ЗИЯ-ШАХ (Предисловие к «Харабату»)

   Для узника Магозской крепости почта была редкой, с нетерпением ожидаемой, радостью. Приходили вести издалека, из мира, где жили друзья, близкие, семья. Отец писал о своих делах, о безуспешных хлопотах, которые он предпринимал, чтобы вернуть сына, о здоровье семьи, о маленьких детях Кемаля. Друзья сообщали о политических и литературных новостях, присылали вновь вышедшие из печати книги, газеты.
   В своем одиночестве Кемаль жадно перечитывал по много раз послания, набрасывался на книги, и тотчас же сам принимался писать, откликаясь на каждую строчку, на сообщенное ему событие. В эти минуты он чувствовал себя далеко от этих мрачных сырых крепостных стен, от унылого нагромождения могильных камней, от нездоровых, лихорадочных туманов, каждый вечер поднимавшихся над гнилыми болотами Кипра. Ему казалось, что он опять в кругу своих друзей и близких. Чтение и писание писем перевоплощалось в живую беседу. Мыслями он снова был в узких, наполненных народом комнатах «Ибрет», в горячих спорах с товарищами. Он так увлекался, что не скоро приходил в себя, когда посещение жандармов или новое неприятное распоряжение начальства крепости возвращало его к действительности.
   Первый томик «Харабата», вышедший в 1874 году, он получил от кого-то из друзей с одним из почтовых пароходов. Сначала он жадно набросился на книжку, перелистывая одну за другой страницы, но скоро интерес сменился недоумением, затем гневом.
   Как! Это тот Зия, перед талантом и авторитетом которого он преклонялся, с которым делил радости и горести, все невзгоды эмигрантской жизни, в которого ему все еще хотелось верить, несмотря на охлаждение их отношений после Лондона, – теперь поклонялся всему тому, что когда-то сжигал, и сжигал все то, чему когда-то поклонялся. Для Намык Кемаля это было ужасным ударом. Ему представлялось, каково должно было быть ликование всех этих старых пашей и шейхов, «чалмоносцев» и «староголовых», дворцовых лизоблюдов, мнивших себя единственными авторитетами в литературе, употреблявших все усилия, чтобы задушить начавшееся в ней движение за обновление. И каково отчаяние всех его друзей и учеников, которые видели в новой литературе мощное орудие обновления и спасения страны.

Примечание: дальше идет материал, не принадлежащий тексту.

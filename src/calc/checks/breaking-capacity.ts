// Breaking capacity: the prospective fault current at the board (fault-level.ts: the three-phase
// value for a three-phase circuit) must not exceed the device's rated breaking capacity
// (IEC 60364-4-43, 434.5.1). The capacity is the circuit's breaking_ka; without it, the capacity the
// job declares for the devices of this code (rules.devices) is an assumption, printed, and the
// verdict is at best `attention`; with neither it is not verified — never a capacity guessed.
import type { Check } from '../types.js';
import { fmt, toPlaces } from '../../model/units.js';
import { breakingLevel } from '../fault-level.js';
import { notVerified, result } from './result.js';

const id = 'breaking-capacity';
const RULE = 'IEC 60364-4-43, 434.5.1';

export const breakingCapacity: Check = ({ circuit, board, supply, rules }) => {
  const level = breakingLevel(circuit, board, supply);
  if (!level) return notVerified(id, `no prospective fault current recorded for ${board.id} or at the origin`);
  const ka = level.amps / 1000;
  const numbers = (limit: number) => ({ value: toPlaces(ka, 3), limit, unit: 'kA' });
  const given = circuit.breaking_ka;
  if (given !== undefined) {
    const ok = ka <= given;
    return result(id, ok ? 'pass' : 'fail', `${level.basis} ${ok ? '≤' : '>'} rated breaking capacity ${fmt(given)} kA (${RULE})`, numbers(given));
  }
  const declared = rules.devices[circuit.device]?.breaking_ka;
  if (declared === undefined) {
    return result(id, 'not-verified', `${level.basis}; the device's rated breaking capacity is not recorded (breaking_ka in circuits.csv, or rules.devices in project.yaml)`, { value: toPlaces(ka, 3), unit: 'kA' });
  }
  const ok = ka <= declared;
  return result(id, ok ? 'attention' : 'fail',
    `${level.basis} ${ok ? '≤' : '>'} ${fmt(declared)} kA, assumed from the range of devices the job declares for ${circuit.device} (rules.devices; breaking_ka not given for this circuit) (${RULE})`, numbers(declared));
};
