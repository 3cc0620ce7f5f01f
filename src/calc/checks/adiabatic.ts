// Protective conductor size by the adiabatic equation S = √(I²t) / k (IEC 60364-5-54, 543.1.2),
// for the design earth fault at the far end of the circuit, with the I²t of the device that opens
// and k by conductor, insulation and whether the cpc is a core of the cable. The equation holds
// for disconnection within 5 s.
import type { Check } from '../types.js';
import { fmt } from '../../model/units.js';
import { ADIABATIC_LIMIT_S, kFor } from '../design/k-factor.js';
import { notVerified, result } from './result.js';

export const adiabatic: Check = ({ circuit, fault }) => {
  const id = 'adiabatic';
  if (!fault.known) return notVerified(id, `no design fault current: ${fault.why}`);
  if (!fault.device_known) return notVerified(id, `${fault.basis}; the device library has no characteristic for ${fault.opener}`);
  if (!fault.energy || fault.time_s === null || fault.time_s > ADIABATIC_LIMIT_S) {
    return result(id, 'fail', `${fault.basis}: ${fault.opener} ${fault.time_s === null ? 'is not known to operate' : `takes ${fmt(fault.time_s)} s`}; the adiabatic equation needs disconnection within ${ADIABATIC_LIMIT_S} s (IEC 60364-5-54, 543.1.2)`, { value: circuit.cpc_mm2, unit: 'mm2' });
  }
  const k = kFor(circuit.conductor, circuit.insulation, circuit.cpc_in_cable);
  const s = Math.sqrt(fault.energy.i2t_a2s) / k.k;
  const ok = circuit.cpc_mm2 >= s;
  return result(id, ok ? 'pass' : 'fail',
    `${fault.basis}; ${fault.energy.basis}; S = √(I²t) / ${k.basis} = ${fmt(s)} mm²; cpc ${fmt(circuit.cpc_mm2)} mm² ${ok ? '≥' : '<'} ${fmt(s)} mm²`,
    { value: circuit.cpc_mm2, limit: Number(s.toFixed(3)), unit: 'mm2' });
};
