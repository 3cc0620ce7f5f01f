// Selectivity (discrimination) of a feeding circuit's device over the largest device of the board
// it feeds, from the device library's bands: selective where the upstream device's fastest edge
// lies wholly above the downstream device's slowest edge at every current up to the prospective
// fault current at that board (the upstream device must not operate first: IEC 60364-5-53,
// clause 536, from memory; the bands are those of the device standards the library holds). Where the bands meet
// below that current it is `attention`, saying from which current; a circuit that feeds no board
// is `n/a`. RCDs are not compared.
import type { Check } from '../types.js';
import { characteristic, timeAt, type Edge } from '../devices/index.js';
import { fmt, significant } from '../../model/units.js';
import { notApplicable, notVerified, result } from './result.js';

const id = 'selectivity';

/** Time of the upstream fastest edge: below its first current it does not operate; beyond a `none` tail it may operate at once. */
function fastestAt(edge: Edge, i: number): number {
  if (i < edge.points[0]!.current_a) return Infinity;
  return timeAt(edge, i) ?? 0;
}

/** Time of the downstream slowest edge: where it is not known to operate, never. */
const slowestAt = (edge: Edge, i: number): number => timeAt(edge, i) ?? Infinity;

/** The smallest current up to `imax` at which the upstream fastest edge is at or below the downstream slowest edge, or null. */
export function firstOverlap(upFastest: Edge, downSlowest: Edge, imax: number): number | null {
  const overlaps = (i: number) => {
    const tu = fastestAt(upFastest, i);
    return Number.isFinite(tu) && tu <= slowestAt(downSlowest, i);
  };
  const lo = Math.min(upFastest.points[0]!.current_a, downSlowest.points[0]!.current_a) * 0.999;
  if (!(imax > lo)) return null;
  const grid = new Set<number>();
  const steps = 400;
  for (let k = 0; k <= steps; k++) grid.add(lo * (imax / lo) ** (k / steps));
  for (const p of [...upFastest.points, ...downSlowest.points]) {
    for (const f of [1 - 1e-9, 1, 1 + 1e-9]) if (p.current_a * f > lo && p.current_a * f <= imax) grid.add(p.current_a * f);
  }
  const currents = [...grid].sort((a, b) => a - b);
  let below = lo;
  for (const i of currents) {
    if (!overlaps(i)) { below = i; continue; }
    let a = below;
    let b = i;
    for (let n = 0; n < 50 && b - a > 1e-6 * b; n++) {
      const m = Math.sqrt(a * b);
      if (overlaps(m)) b = m; else a = m;
    }
    return b;
  }
  return null;
}

export const selectivity: Check = (ctx) => {
  const feeds = ctx.site?.feeds ?? null;
  if (!feeds) return notApplicable(id, 'feeds no board: selectivity is judged on a circuit that feeds a board');
  const { circuit } = ctx;
  const upName = `${circuit.device} ${fmt(circuit.rating_a)} A`;
  if (!feeds.largest) return notApplicable(id, `feeds ${feeds.board}, which lists no circuits in circuits.csv`);
  const down = feeds.largest;
  const downName = `${down.code} ${fmt(down.rating_a)} A (${feeds.board}/${down.ref}, the largest device on ${feeds.board})`;
  const ka = feeds.source.pfc.used;
  if (ka === null) return notVerified(id, `no prospective fault current at ${feeds.board} (none measured, none at the origin to carry down): the currents to compare up to are not known`);
  const imax = ka * 1000;
  const up = characteristic({ code: circuit.device, rating_a: circuit.rating_a });
  const dn = characteristic({ code: down.code, rating_a: down.rating_a });
  if (!up || !dn) return notVerified(id, `the device library has no characteristic for ${!up ? upName : downName}`);
  if (!up.fastest) {
    return result(id, 'attention', `${upName} (${up.source}) has no published fastest edge, so its band cannot be shown to lie above ${downName}; a maker's selectivity table can settle it`, { value: null, limit: significant(imax), unit: 'A' });
  }
  const from = firstOverlap(up.fastest, dn.slowest, imax);
  const upto = `up to ${fmt(significant(imax))} A, the prospective fault current at ${feeds.board} (${fmt(ka)} kA)`;
  if (from === null) {
    return result(id, 'pass', `the fastest edge of ${upName} (${up.source}) lies above the slowest edge of ${downName} (${dn.source}) at every current ${upto}`, { value: significant(imax), limit: significant(imax), unit: 'A' });
  }
  return result(id, 'attention', `the bands of ${upName} (${up.source}) and ${downName} (${dn.source}) overlap from ${fmt(significant(from))} A, ${upto}: above that current ${upName} may open first (a maker's selectivity table can settle it)`,
    { value: significant(from), limit: significant(imax), unit: 'A' });
};
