// Voltage drop from the origin of the installation against the rule set's limit (lighting 3 %,
// other uses 5 %; IEC 60364-5-52 Annex G, Table G.52.1, limits measured from the origin): the
// circuit's own drop plus that of every feeding circuit between the origin and its board.
import type { CircuitContext, LengthCheck, VdOrigin } from '../types.js';
import type { VoltageDrop } from '../design/voltage-drop.js';
import { notVerified, result } from './result.js';
import { originWords } from '../tree/origin.js';
import { toPlaces } from '../../model/units.js';

/** The drop from the origin: the circuit's own where the context carries none, null where a feeding circuit's is not known. */
const fromOrigin = (own: VoltageDrop, vdOrigin: CircuitContext['vdOrigin']): VdOrigin | null =>
  (vdOrigin === undefined ? { percent: own.percent, legs: [] } : vdOrigin);

const judge = ({ design, vdOrigin }: CircuitContext) => {
  const id = 'voltage-drop';
  if (!design.vd) return notVerified(id, 'no conductor resistance for this size and material in IEC 60228');
  const own = design.vd;
  const origin = fromOrigin(own, vdOrigin);
  if (origin === null) return notVerified(id, () => `${own.basis}; the drop of a feeding circuit between the origin and this board is not known`);
  const limit = design.vdLimit.percent;
  const ok = origin.percent <= limit;
  const words = () => (origin.legs.length === 0 ? own.basis : `${own.basis}; ${originWords(origin, own.percent)}`);
  return result(id, ok ? 'pass' : 'fail', () => `${words()} ${ok ? '≤' : '>'} ${design.vdLimit.basis}`, { value: toPlaces(origin.percent, 2), limit, unit: '%' });
};

/**
 * The drop only worsens as the run grows: the circuit's own drop grows with the length, the drop
 * up to its board and the limit do not. Its margin is the limit less the drop from the origin, in
 * per cent (see LengthCheck).
 */
export const voltageDropCheck: LengthCheck = Object.assign(judge, {
  worsensWithLength: true as const,
  margin: ({ design, vdOrigin }: CircuitContext): number | null => {
    const origin = design.vd && fromOrigin(design.vd, vdOrigin);
    return origin ? design.vdLimit.percent - origin.percent : null;
  },
});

   «На том месте, где должно было возвышаться стройное здание новой литературы, Зия воздвигает питейное заведение», – негодует Кемаль в одном из своих посланий.
   Нужно ослабить этот эффект. Ударить по ренегату так, чтобы все поняли, что Зия – еще не вся турецкая литература, что его измена не способна повернуть назад колесо истории. Надо было немедленно скрестить оружие с этим новым врагом, нанесшим удар в спину тем, кто и так задыхался в беспросветном мраке реакции. И Намык Кемаль хватается за перо. Пусть он сам бессильный пленник, не знающий, удастся ли ему выйти живым из своего заточения, но его слово прозвучит на всю страну, и вся молодая Турция поймет, что «Харабат» не есть еще могильная плита над новой турецкой литературой.

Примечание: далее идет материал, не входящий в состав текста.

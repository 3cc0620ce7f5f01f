// Small constructors for check results, so each check reads as its rule.
import type { CheckId, CheckResult, Status } from '../types.js';
import type { Reading } from '../../model/units.js';
import type { Measured } from '../../model/readings.js';

export function result(
  id: CheckId, status: Status, basis: string,
  numbers: { value?: number | null; limit?: number | null; unit?: string | null; date?: string } = {},
): CheckResult {
  const r: CheckResult = { id, status, value: numbers.value ?? null, limit: numbers.limit ?? null, unit: numbers.unit ?? null, basis };
  if (numbers.date !== undefined) r.date = numbers.date;
  return r;
}

export const notVerified = (id: CheckId, why: string): CheckResult => result(id, 'not-verified', why);
export const notApplicable = (id: CheckId, why: string): CheckResult => result(id, 'n/a', why);

/** A reading that cannot be judged: missing, not tested, or n/a where a value is needed. */
export function unusable(id: CheckId, name: string, m: Measured<Reading> | undefined): CheckResult | null {
  if (!m) return notVerified(id, `no ${name} recorded in any test session`);
  if (m.value.kind === 'not-tested') return result(id, 'not-verified', `${name} marked not tested on ${m.date}`, { date: m.date });
  if (m.value.kind === 'n/a') return result(id, 'not-verified', `${name} marked n/a on ${m.date}; this circuit needs it`, { date: m.date });
  return null;
}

   Не падать духом! За работу! И без передышки, днями и ночами, в своей мрачной сырой комнатушке Намык Кемаль пишет критику на сборник Зия, озаглавив ее «Развалившийся кабачок».
   Противники Кемаля распускали слухи, что единственной причиной его резкого выступления против Зии было то, что ни Кемаль, ни его друзья не фигурировали в «Харабате». Это была злостная клевета. Кемаль был человеком, которого менее всего трогали мелкие личные уколы и обиды. Он писал своим друзьям: «я понимаю, что Зия не мог поместить в „Харабате“ стихов автора, сидящего в Магозе. Прекрасно известно, что, будучи человеком, заживо похороненным на этом кладбище, я не мог огорчаться, что меня по этой причине не включили в „Харабат“ или не удостоили в нем похвал». О настоящей причине его гнева уже было сказано выше. Все его письма ясно подтверждают это.

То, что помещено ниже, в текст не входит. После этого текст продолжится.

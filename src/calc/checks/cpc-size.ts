// Minimum size of a separate protective conductor — one that is not a core of the cable nor in a
// common enclosure with it (cpc_in_cable: no): 2.5 mm² copper where mechanically protected,
// 4 mm² where not (IEC 60364-5-54 / BS 7671, 543.1.3). An unrecorded protection is taken as none.
import type { Check } from '../types.js';
import { fmt } from '../../model/units.js';
import { SEPARATE_CPC_CLAUSE, SEPARATE_CPC_MIN_MM2 } from '../../reference/separate-cpc.js';
import { notApplicable, result } from './result.js';

const id = 'cpc-size';

export const cpcSize: Check = ({ circuit }) => {
  if (circuit.cpc_in_cable) return notApplicable(id, 'the cpc is a core of the cable: no separate minimum size (543.1.3 applies to a separate cpc)');
  const min = SEPARATE_CPC_MIN_MM2[circuit.conductor];
  const limit = circuit.cpc_protected ? min.protected : min.unprotected;
  const material = circuit.conductor === 'cu' ? 'copper' : 'aluminium';
  const how = circuit.cpc_protected ? 'mechanically protected' : 'not recorded as mechanically protected (cpc_protected)';
  const ok = circuit.cpc_mm2 >= limit;
  return result(id, ok ? 'pass' : 'fail',
    `separate cpc ${fmt(circuit.cpc_mm2)} mm² ${material}, ${how}: ${ok ? '≥' : '<'} ${fmt(limit)} mm² (${SEPARATE_CPC_CLAUSE})`,
    { value: circuit.cpc_mm2, limit, unit: 'mm2' });
};
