// Overload protection: Ib ≤ In ≤ Iz (IEC 60364-4-43, 433.1). A semi-enclosed (BS 3036) fuse is not
// guaranteed to open below about 2 In, so it needs In ≤ 0.725 Iz (= 1.45 / 2; BS 7671 433.1.202).
// A ring final circuit shares its load between two legs: Iz ≥ 0.67 In (BS 7671 433.1.204, common practice).
import type { Check } from '../types.js';
import { fmt } from '../../model/units.js';
import { notVerified, result } from './result.js';

const SEMI_ENCLOSED = 0.725;
const RING_SHARE = 0.67;

export const overload: Check = ({ circuit, design }) => {
  const id = 'overload';
  if (!design.capacity.ok) return notVerified(id, `no Iz: ${design.capacity.message}`);
  const { iz_a: iz, basis } = design.capacity.capacity;
  const ib = circuit.ib_a;
  const inA = circuit.rating_a;
  const numbers = { value: inA, unit: 'A' };
  if (ib > inA) return result(id, 'fail', `Ib ${fmt(ib)} A > In ${fmt(inA)} A: the device is smaller than the design current; ${basis}`, { ...numbers, limit: ib });
  if (circuit.device === 'fuse:bs3036') {
    const limit = SEMI_ENCLOSED * iz;
    const ok = inA <= limit;
    const words = `${basis}; semi-enclosed fuse: Ib ${fmt(ib)} A ≤ In ${fmt(inA)} A ${ok ? '≤' : '>'} 0.725 × Iz = ${fmt(limit)} A (BS 7671 433.1.202)`;
    return result(id, ok ? 'pass' : 'fail', words, { ...numbers, limit: Number(limit.toFixed(2)) });
  }
  if (circuit.ring) {
    const limit = iz / RING_SHARE;
    const ok = inA <= limit;
    const words = `${basis}; ring final circuit: Ib ${fmt(ib)} A ≤ In ${fmt(inA)} A, Iz ${fmt(iz)} A ${ok ? '≥' : '<'} 0.67 × In = ${fmt(RING_SHARE * inA)} A (BS 7671 433.1.204, common practice)`;
    return result(id, ok ? 'pass' : 'fail', words, { ...numbers, limit: Number(limit.toFixed(2)) });
  }
  const ok = inA <= iz;
  return result(id, ok ? 'pass' : 'fail', `${basis}; Ib ${fmt(ib)} A ≤ In ${fmt(inA)} A ${ok ? '≤' : '>'} Iz ${fmt(iz)} A (IEC 60364-4-43, 433.1)`, { ...numbers, limit: Number(iz.toFixed(2)) });
};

   Как и ожидал Кемаль, «Харабат» Зии послужил сигналом для других. Многие стамбульские газеты, еще недавно афишировавшие свое передовое направление, начали усиленно печатать старую поэзию. Почти все молчат, и только из далекой Магозы слышится энергичный голос протеста:
   «Вместо того, – пишет Кемаль в одном из своих посланий, – чтобы говорить себе: мы служим литературе, печатая вещи, которые уже давным-давно обветшали, злоупотребляя метафорами, далекими от жизни и природы, гораздо лучше переводить западных литераторов и поэтов, произведения которых являются разумным и осмысленным искусством».
   Напечатанное в одном из изданий это послание подняло бурю. На Кемаля посыпались обвинения в невежестве, вероотступничестве, западничестве, но это его не смущает. И все годы, проведенные в Магозе, он продолжает всю ту же энергичную борьбу.

Мидхат-паша

   Чтобы делать великие ошибки, надо быть великим человеком.
НАМЫК КЕМАЛЬ

   В то время, как Намык Кемаль, томясь в заточении в Магозе, не падал духом и ни на минуту не покидал мысли о борьбе, над Турцией вновь сгущались черные тучи.
   Европейская опека, которой оттоманский абсолютизм с таким легким сердцем вручил страну, радуясь, что с помощью опекунов он может продолжать игнорировать недовольство и возмущение народа, начала давать свои плоды. Вот уже много лет, как государственный бюджет сводился с дефицитом в несколько миллионов золотых лир. Обычными ресурсами для заполнения этой прорехи стали иностранные займы. Предоставляемые на высоких процентах и других тяжелых условиях, эти займы вскоре стали настоящим бедствием. Внешний долг Оттоманской империи, достигавший при вступлении на престол Абдул-Азиса десяти миллионов золотых лир, к 1876 году возрос до двухсот миллионов. На погашение одних процентов стала уходить большая часть бюджетных поступлений.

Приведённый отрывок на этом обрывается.